━━━━━ Input for this task
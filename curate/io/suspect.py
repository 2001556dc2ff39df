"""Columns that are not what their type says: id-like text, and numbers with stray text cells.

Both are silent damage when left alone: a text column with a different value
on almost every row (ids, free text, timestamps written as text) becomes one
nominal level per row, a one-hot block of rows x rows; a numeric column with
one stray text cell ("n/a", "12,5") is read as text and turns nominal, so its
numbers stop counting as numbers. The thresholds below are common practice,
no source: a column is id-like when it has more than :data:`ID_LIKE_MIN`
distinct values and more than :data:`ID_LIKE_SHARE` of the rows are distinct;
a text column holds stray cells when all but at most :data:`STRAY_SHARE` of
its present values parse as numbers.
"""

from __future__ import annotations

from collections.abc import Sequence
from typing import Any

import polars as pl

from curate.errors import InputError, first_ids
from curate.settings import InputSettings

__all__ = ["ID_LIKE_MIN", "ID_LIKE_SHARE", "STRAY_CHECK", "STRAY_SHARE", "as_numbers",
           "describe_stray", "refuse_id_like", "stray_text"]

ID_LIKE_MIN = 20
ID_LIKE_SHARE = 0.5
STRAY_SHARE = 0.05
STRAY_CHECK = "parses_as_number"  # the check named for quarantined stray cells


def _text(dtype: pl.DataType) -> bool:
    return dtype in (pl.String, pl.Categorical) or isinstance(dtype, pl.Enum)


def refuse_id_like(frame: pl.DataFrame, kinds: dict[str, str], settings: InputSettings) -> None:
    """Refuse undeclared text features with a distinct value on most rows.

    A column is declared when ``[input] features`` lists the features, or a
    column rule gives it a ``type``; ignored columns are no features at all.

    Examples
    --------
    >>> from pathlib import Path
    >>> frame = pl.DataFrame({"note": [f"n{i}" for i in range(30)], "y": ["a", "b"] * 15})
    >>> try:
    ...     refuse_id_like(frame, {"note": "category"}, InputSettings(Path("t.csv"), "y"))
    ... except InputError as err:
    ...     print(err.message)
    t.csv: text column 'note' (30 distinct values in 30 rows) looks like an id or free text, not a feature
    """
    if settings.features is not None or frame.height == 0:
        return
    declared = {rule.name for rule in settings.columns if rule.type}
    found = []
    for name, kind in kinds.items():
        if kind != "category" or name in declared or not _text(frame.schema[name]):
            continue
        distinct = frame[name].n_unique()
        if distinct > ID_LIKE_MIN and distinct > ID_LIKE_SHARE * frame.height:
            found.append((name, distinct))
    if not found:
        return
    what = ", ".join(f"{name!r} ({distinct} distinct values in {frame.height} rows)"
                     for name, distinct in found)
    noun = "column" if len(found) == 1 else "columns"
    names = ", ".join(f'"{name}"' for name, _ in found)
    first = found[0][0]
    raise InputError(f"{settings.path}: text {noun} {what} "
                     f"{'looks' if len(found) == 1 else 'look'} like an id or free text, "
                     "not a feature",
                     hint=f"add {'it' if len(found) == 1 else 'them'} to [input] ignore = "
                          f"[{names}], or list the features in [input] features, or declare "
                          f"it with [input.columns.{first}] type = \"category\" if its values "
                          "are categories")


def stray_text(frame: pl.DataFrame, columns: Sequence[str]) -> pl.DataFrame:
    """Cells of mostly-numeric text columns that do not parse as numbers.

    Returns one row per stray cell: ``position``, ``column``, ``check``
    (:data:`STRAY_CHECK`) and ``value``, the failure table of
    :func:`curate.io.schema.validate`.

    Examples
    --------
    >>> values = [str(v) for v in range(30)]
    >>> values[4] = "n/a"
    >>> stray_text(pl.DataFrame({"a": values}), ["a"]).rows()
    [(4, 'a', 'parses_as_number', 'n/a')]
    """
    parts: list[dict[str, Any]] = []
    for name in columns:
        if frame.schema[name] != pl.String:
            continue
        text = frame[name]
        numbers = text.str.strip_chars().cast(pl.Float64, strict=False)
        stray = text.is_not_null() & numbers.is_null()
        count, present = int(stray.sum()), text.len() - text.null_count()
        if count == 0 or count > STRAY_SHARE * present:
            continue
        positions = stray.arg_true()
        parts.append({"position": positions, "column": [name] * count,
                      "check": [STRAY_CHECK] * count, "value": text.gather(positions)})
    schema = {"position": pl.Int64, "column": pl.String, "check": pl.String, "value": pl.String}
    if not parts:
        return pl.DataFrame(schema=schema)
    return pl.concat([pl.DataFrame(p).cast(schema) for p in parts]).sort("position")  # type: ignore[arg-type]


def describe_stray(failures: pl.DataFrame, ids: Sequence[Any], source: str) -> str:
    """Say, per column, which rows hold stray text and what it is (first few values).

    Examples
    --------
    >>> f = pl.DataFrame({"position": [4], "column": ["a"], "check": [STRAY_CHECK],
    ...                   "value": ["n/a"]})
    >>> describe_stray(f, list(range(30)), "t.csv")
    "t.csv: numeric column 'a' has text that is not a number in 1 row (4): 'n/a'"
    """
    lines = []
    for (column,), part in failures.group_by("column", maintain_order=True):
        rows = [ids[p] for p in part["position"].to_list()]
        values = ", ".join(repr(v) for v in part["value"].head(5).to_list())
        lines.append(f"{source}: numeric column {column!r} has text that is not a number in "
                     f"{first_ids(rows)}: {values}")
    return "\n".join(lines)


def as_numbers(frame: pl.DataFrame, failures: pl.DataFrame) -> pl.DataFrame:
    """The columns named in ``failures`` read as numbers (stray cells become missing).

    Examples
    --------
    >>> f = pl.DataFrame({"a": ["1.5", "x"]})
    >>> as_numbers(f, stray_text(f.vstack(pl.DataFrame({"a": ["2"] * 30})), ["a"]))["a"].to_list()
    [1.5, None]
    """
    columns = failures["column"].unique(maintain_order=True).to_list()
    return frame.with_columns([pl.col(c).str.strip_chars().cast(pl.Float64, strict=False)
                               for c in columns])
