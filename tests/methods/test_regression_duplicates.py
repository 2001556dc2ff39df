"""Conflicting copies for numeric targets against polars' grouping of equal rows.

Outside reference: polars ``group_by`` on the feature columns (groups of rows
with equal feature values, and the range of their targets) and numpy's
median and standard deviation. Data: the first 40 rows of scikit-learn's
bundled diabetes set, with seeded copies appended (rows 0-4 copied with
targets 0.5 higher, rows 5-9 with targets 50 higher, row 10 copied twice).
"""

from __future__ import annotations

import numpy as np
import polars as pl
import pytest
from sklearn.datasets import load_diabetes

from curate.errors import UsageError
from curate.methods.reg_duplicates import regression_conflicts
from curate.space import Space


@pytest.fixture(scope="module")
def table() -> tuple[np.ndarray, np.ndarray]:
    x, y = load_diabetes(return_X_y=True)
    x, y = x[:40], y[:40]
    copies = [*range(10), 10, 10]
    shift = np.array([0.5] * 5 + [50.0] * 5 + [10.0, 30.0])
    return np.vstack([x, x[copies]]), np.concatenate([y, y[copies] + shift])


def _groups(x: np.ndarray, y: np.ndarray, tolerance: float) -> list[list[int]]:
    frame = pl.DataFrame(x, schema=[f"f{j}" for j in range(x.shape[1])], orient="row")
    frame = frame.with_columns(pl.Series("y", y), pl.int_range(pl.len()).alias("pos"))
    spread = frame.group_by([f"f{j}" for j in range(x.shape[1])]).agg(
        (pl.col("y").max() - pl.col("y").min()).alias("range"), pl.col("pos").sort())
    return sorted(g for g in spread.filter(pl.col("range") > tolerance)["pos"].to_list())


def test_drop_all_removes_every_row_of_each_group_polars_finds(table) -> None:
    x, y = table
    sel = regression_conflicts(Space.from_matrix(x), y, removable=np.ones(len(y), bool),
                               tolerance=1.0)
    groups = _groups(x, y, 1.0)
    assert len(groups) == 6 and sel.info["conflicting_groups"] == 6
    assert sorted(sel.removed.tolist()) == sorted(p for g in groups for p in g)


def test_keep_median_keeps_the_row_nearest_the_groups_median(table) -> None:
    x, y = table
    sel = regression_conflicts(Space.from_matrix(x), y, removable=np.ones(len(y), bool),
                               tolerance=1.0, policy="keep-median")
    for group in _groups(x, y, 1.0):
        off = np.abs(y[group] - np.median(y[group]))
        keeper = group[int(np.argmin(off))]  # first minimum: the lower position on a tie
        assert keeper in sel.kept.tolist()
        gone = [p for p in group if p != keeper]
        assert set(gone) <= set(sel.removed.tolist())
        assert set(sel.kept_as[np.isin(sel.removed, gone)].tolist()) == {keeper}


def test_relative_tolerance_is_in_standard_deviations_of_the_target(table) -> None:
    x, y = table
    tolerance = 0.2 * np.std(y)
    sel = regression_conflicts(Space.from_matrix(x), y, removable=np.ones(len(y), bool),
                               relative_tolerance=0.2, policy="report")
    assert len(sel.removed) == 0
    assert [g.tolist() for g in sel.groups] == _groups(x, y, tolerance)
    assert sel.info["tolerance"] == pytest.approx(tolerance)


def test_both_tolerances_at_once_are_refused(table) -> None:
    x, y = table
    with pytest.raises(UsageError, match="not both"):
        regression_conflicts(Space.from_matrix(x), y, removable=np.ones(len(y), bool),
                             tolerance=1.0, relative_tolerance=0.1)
━━━━━━━━━━
▶ Exercise description:
The expected output is every line of the records in which the string "cast" appears.

▶ Solution to this exercise:
        numbers = text.str.strip_chars().cast(pl.Float64, strict=False)
    return pl.concat([pl.DataFrame(p).cast(schema) for p in parts]).sort("position")  # type: ignore[arg-type]
    return frame.with_columns([pl.col(c).str.strip_chars().cast(pl.Float64, strict=False)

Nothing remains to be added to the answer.